Portal telewizji France24 podkreśla, że talibowie zajęli Dżalalabad bez walki. Abrarullah Murad parlamentarzysta z prowincji, której miasto jest stolicą, potwierdził, że miasto zostało poddane przez miejscową starszyznę. Podobnie było w przypadku większości innych miast, zajmowanych przez bojowników islamistycznego ruchu od 6 sierpnia. Przed tym dniem nie kontrolowali oni jeszcze żadnej z prowincjonalnych stolic, po dziewięciu dniach ofensywy kontrolują już większość, zaś w pozostałych nie ma już woli oporu. W sobotę talibowie wydali oświadczenie, w którym szybkie postępy swoich oddziałów tłumaczą poparciem społecznym jakie posiadają. Zadeklarowali, że zapewnią bezpieczeństwo Afgańczykom i przebywającym na terytorium kraju cudzoziemcom.

W sobotę talibowie zajęli największe miasto na północy kraju – Mazar-i Szarif. Również tam ustał opór mimo, że jest to obszar zamieszkany licznie przez Tadżyków i Uzbeków, grupy etniczne tradycyjnie bardziej sceptyczne wobec talibów niż dominujący w Afganistanie Pasztuni. Niemniej szybkość postępów nawet w północno-wschodniej części kraju, która nigdy wcześniej, także za czasów ich emiratu sprzed 2001 r., nie była pod ich kontrolą, sugeruje, że talibowie są w stanie nawiązywać porozumienie z przedstawicielami uzbeckich i tadżyckich grup klanowych.

Środki masowego przekazu podawały informacje i nagrania niektórych oddziałów sił rządowych na pojazdach wojskowych uciekających przez granicę Iranu i Uzbekistanu. Z Afganistanu uciekli także najpotężniejsi komendanci polowi, których milicje wspierały do niedawna oficjalnej władze – Atta Mohammad Nur and Abdul Raszyd Dostum.

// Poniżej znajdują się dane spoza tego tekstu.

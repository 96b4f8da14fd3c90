/**
 * `npm run test:mutation [module …]`: StrykerJS over each module of test/mutation/modules.mjs (or
 * the ones named), one after another, with the incremental files in test/mutation/incremental/
 * (only mutants whose code or tests changed run again). Prints the mutation score per module and
 * exits non-zero when a module is under 85 %. Reports: reports/mutation/<module>.html.
 */
import { spawnSync } from 'node:child_process';
import fs from 'node:fs';
// @ts-expect-error plain ES module without types (shared with stryker.config.mjs)
import { MUTATION_MODULES } from '../test/mutation/modules.mjs';

const TARGET = 85;
const names = process.argv.slice(2).length ? process.argv.slice(2) : Object.keys(MUTATION_MODULES as Record<string, unknown>);

interface JsonReport {
  files: Record<string, { mutants: { status: string }[] }>;
}

/** Score as Stryker counts it: detected (killed, timeout) over valid mutants (ignored and errors left out). */
export function mutationScore(report: JsonReport): { score: number; killed: number; survived: number; noCoverage: number; total: number } {
  let detected = 0;
  let survived = 0;
  let noCoverage = 0;
  for (const file of Object.values(report.files)) {
    for (const m of file.mutants) {
      if (m.status === 'Killed' || m.status === 'Timeout') detected++;
      else if (m.status === 'Survived') survived++;
      else if (m.status === 'NoCoverage') noCoverage++;
    }
  }
  const total = detected + survived + noCoverage;
  return { score: total ? (100 * detected) / total : 100, killed: detected, survived, noCoverage, total };
}

const lines: string[] = [];
let low = false;
for (const name of names) {
  if (!(name in MUTATION_MODULES)) {
    console.error(`unknown module "${name}"; known: ${Object.keys(MUTATION_MODULES).join(', ')}`);
    process.exit(2);
  }
  console.log(`\n=== mutation testing: ${name}`);
  const run = spawnSync('npx', ['stryker', 'run', 'stryker.config.mjs'], {
    stdio: 'inherit',
    env: { ...process.env, STRYKER_MODULE: name },
  });
  const reportFile = `reports/mutation/${name}.json`;
  if (run.status !== 0 || !fs.existsSync(reportFile)) {
    lines.push(`  ${name.padEnd(14)} did not finish (exit ${run.status})`);
    low = true;
    continue;
  }
  const s = mutationScore(JSON.parse(fs.readFileSync(reportFile, 'utf8')) as JsonReport);
  if (s.score < TARGET) low = true;
  lines.push(
    `  ${name.padEnd(14)} ${s.score.toFixed(2).padStart(6)} %  (${s.killed} detected, ${s.survived} survived, ${s.noCoverage} without coverage, of ${s.total})`,
  );
}
console.log(`\n=== mutation score per module (target ≥ ${TARGET} %)\n${lines.join('\n')}`);
process.exit(low ? 1 : 0);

Korespondentka Al Jazeery w Kabulu Charlotte Bellis relacjonuje masowy napływ uciekinierów z prowincji do miasta. Oceniła, że w mieście panuje wielki niepokój. W nocy doszło do przerwy w zasilaniu w energię elektryczną, a w kabulskim więzieniu doszło do zamieszek osadzonych.

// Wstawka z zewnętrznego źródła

/**
 * `npm start`: migrate, seed the demo once, build the app when its sources changed, serve app +
 * API on PORT (3000) from the server bundle, print the URL and the demo sign-ins. Runs after
 * scripts/bootstrap.mjs. With `DRAW_APART` (on unless set to false; SQLite) a worker process from
 * the worker bundle draws stills, summaries, annotated clips and exports beside the server, so the
 * web process never loads Skia or pdfkit; it is restarted when it exits unexpectedly and stopped
 * with the server.
 */
import { spawn, spawnSync, type ChildProcess } from 'node:child_process';
import fs from 'node:fs';
import path from 'node:path';
import { loadConfig } from '../server/config';
import { createDb, dbTarget, migrate } from '../server/db/knex';
import { drawsApart } from '../server/processing/drawing-kinds';
import { buildServer, SERVER_BUNDLE, SERVER_ENV, SERVER_NODE_ARGS, WORKER_BUNDLE } from './build-server';
import { DEMO_SIGN_INS, seed } from '../seeds/demo-scenario';

const root = process.cwd();

function newestMtime(dir: string): number {
  let newest = 0;
  for (const entry of fs.readdirSync(dir, { withFileTypes: true })) {
    const p = path.join(dir, entry.name);
    newest = Math.max(newest, entry.isDirectory() ? newestMtime(p) : fs.statSync(p).mtimeMs);
  }
  return newest;
}

function buildIfStale(clientDir: string): void {
  const index = path.join(clientDir, 'index.html');
  const inputs = ['src', 'public', 'angular.json', 'package-lock.json'].map((p) => path.join(root, p));
  const newestInput = Math.max(
    ...inputs.filter(fs.existsSync).map((p) => (fs.statSync(p).isDirectory() ? newestMtime(p) : fs.statSync(p).mtimeMs)),
  );
  if (fs.existsSync(index) && fs.statSync(index).mtimeMs >= newestInput) {
    console.log('[start] app build is up to date');
    return;
  }
  console.log('[start] building the app (ng build)…');
  const r = spawnSync('npx', ['ng', 'build'], { stdio: 'inherit', cwd: root, env: { ...process.env, NG_CLI_ANALYTICS: 'false' } });
  if (r.status !== 0) {
    console.error('[start] the app build failed');
    process.exit(1);
  }
}

/** The drawing worker: started, restarted after an unexpected exit (sooner when it had run a while), stopped with the server. */
function drawingWorker(): { start(): void; stop(): Promise<void> } {
  let child: ChildProcess | null = null;
  let stopping = false;
  let retryMs = 1_000;
  let retry: NodeJS.Timeout | undefined;
  const start = () => {
    const startedAt = Date.now();
    const worker = spawn(process.execPath, [...SERVER_NODE_ARGS, WORKER_BUNDLE], {
      stdio: 'inherit',
      env: { ...SERVER_ENV, ...process.env, WORKER_KINDS: 'drawing' },
    });
    child = worker;
    worker.on('exit', (code, signal) => {
      if (child === worker) child = null;
      if (stopping) return;
      retryMs = Date.now() - startedAt > 60_000 ? 1_000 : Math.min(30_000, retryMs * 2);
      console.error(`[start] the drawing worker exited (${signal ?? code}); starting it again in ${retryMs / 1000} s`);
      retry = setTimeout(start, retryMs);
    });
  };
  return {
    start,
    async stop() {
      stopping = true;
      clearTimeout(retry);
      const worker = child;
      if (!worker || worker.exitCode !== null || worker.signalCode !== null) return;
      const exited = new Promise<void>((resolve) => worker.once('exit', () => resolve()));
      worker.kill('SIGTERM');
      // It hands running items back to the queue; after 10 s it is killed (their leases run out).
      const killer = setTimeout(() => worker.kill('SIGKILL'), 10_000);
      await exited;
      clearTimeout(killer);
    },
  };
}

async function main(): Promise<void> {
  // `npm start` leaves drawing to a worker process of its own unless told otherwise.
  process.env['DRAW_APART'] ??= 'true';
  const config = loadConfig();
  const db = createDb(dbTarget(config));
  const applied = await migrate(db);
  console.log(
    `[start] database ${config.databaseUrl ? 'PostgreSQL (DATABASE_URL)' : path.relative(root, config.dbFile)}: ${applied.length ? `applied ${applied.length} migration(s)` : 'up to date'}`,
  );
  if (config.demoMode) {
    const seeded = await seed(db, { uploadsDir: config.uploadsDir, log: (m) => console.log(`[start] ${m}`) });
    console.log(seeded ? '[start] demo scenario seeded' : '[start] demo data already present (not seeded again)');
  }
  await db.destroy();
  if (config.clientDir) buildIfStale(config.clientDir);
  await buildServer();

  // The server runs as plain Node on the bundle (no TypeScript loader in memory).
  const server = spawn(process.execPath, [...SERVER_NODE_ARGS, SERVER_BUNDLE], {
    stdio: ['inherit', 'pipe', 'inherit'],
    env: { ...SERVER_ENV, ...process.env },
  });
  // The server's own lines pass through; the one naming its address gives the port (PORT=0: any free port).
  const listening = new Promise<string>((resolve) => {
    let seen: string | null = '';
    server.stdout.on('data', (chunk: Buffer) => {
      process.stdout.write(chunk);
      if (seen === null) return;
      seen += chunk.toString();
      const m = /listening on (http:\/\/\S+)/.exec(seen);
      if (m) {
        resolve(m[1]!);
        seen = null;
      }
    });
  });
  const drawing = drawsApart(config) ? drawingWorker() : null;
  const stop = (signal: NodeJS.Signals) => server.kill(signal);
  process.on('SIGINT', stop);
  process.on('SIGTERM', stop);
  server.on('exit', (code) => {
    void (drawing?.stop() ?? Promise.resolve()).then(() => process.exit(code ?? 0));
  });

  // The drawing worker needs no HTTP server: it starts now, and items it draws wait queued until it runs.
  if (drawing) {
    drawing.start();
    console.log(
      '[start] stills, summaries, annotated clips, exports and marker following run in a worker process beside the server (DRAW_APART)',
    );
  }
  const url = config.port ? `http://localhost:${config.port}` : await listening;
  for (let i = 0; ; i++) {
    if (
      await fetch(`${url}/api/health`)
        .then((r) => r.ok)
        .catch(() => false)
    )
      break;
    if (i > 300) {
      console.error('[start] the server did not answer within a minute');
      server.kill('SIGTERM');
      return;
    }
    await new Promise((r) => setTimeout(r, 200));
  }
  const lines = ['', `Trailframe is running at ${config.port || process.env['PUBLIC_URL'] ? config.publicUrl : url}`];
  if (config.demoMode) {
    lines.push('', 'Demo sign-ins (invented people):');
    for (const s of DEMO_SIGN_INS) lines.push(`  ${s.role.padEnd(8)} ${s.email.padEnd(32)} ${s.password}`);
    if (config.demoInboxPort !== null) {
      const inbox = config.demoInboxPort ? `http://127.0.0.1:${config.demoInboxPort}` : 'the address the server printed above';
      lines.push(
        '',
        `Demo inbox (every e-mail the demo sends: invitations, reset links): ${inbox}`,
        '  It opens only on this machine and is not part of the app.',
      );
    }
    if (config.fakePaymentsPort !== null) lines.push('Card payments go to a local fake payment service (no real money moves).');
  }
  lines.push('Press Ctrl+C to stop.', '');
  console.log(lines.join('\n'));
}

main().catch((err: Error) => {
  console.error(`[start] ${err.message}`);
  process.exit(1);
});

Sytuacja wyraźnie zaskoczyła Amerykanów. Joe Biden zdecydował w sobotę o wysłaniu do Kabulu 5 tys. żołnierzy, którzy mają zabezpieczyć ewakuację pracowników ambasady USA. Środki masowego przekazu podały nawet nieoficjalne informacje na temat rozmów między Waszyngtonem i talibami. Amerykanie mieli zwrócić się do tych ostatnich aby wstrzymali oni swoją ofensywę do czasu zakończenia ewakuacji. Według relacji portalu Onet w ambasadzie już trwa niszczenie dokumentów, a ewakuacja prowadzona jest przy pomocy śmigłowców CH-47 Chinook lądujących przy jej budynku.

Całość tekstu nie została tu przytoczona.